[[ Given entries, beginning ]]

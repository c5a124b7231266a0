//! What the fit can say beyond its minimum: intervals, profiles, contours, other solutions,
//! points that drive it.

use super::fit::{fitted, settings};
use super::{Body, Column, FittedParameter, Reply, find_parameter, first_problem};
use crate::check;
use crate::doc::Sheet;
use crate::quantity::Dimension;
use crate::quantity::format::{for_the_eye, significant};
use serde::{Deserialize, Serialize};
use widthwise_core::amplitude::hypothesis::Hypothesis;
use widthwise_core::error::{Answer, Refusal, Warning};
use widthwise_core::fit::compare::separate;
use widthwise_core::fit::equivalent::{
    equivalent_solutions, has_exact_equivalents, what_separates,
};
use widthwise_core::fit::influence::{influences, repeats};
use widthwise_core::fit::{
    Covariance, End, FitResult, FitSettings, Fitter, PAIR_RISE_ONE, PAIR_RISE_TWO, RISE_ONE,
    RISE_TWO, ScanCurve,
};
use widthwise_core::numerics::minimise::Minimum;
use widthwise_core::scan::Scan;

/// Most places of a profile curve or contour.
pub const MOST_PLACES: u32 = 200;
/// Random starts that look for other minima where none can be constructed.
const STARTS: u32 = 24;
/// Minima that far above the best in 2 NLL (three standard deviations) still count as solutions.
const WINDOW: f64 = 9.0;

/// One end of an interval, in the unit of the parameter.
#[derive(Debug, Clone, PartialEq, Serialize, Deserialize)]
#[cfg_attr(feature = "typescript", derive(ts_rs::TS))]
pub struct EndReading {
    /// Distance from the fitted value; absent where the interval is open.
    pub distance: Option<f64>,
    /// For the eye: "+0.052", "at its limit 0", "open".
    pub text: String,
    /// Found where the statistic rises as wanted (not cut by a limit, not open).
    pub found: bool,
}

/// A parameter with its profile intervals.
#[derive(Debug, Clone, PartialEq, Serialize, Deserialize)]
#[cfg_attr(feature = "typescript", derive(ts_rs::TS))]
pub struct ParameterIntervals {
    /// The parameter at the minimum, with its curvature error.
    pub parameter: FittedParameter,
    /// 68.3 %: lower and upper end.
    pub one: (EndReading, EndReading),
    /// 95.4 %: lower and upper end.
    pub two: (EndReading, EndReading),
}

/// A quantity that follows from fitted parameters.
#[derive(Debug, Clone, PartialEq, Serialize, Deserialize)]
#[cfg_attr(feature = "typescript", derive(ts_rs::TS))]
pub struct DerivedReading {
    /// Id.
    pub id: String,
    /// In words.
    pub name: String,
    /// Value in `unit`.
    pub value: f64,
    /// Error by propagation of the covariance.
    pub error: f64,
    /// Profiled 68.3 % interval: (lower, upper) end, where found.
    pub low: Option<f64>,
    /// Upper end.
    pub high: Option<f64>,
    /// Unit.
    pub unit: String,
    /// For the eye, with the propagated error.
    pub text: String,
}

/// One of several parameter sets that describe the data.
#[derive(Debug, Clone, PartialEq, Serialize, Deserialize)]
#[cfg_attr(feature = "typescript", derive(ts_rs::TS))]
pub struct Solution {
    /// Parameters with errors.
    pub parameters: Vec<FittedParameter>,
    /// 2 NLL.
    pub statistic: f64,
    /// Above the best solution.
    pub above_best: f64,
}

[[ Given entries, end ]]

**Exercise objective:** Which lines of the data include "that"? Copy each of them.

**Exercise output:**
//! points that drive it.
/// Random starts that look for other minima where none can be constructed.
/// Minima that far above the best in 2 NLL (three standard deviations) still count as solutions.
/// A quantity that follows from fitted parameters.
/// One of several parameter sets that describe the data.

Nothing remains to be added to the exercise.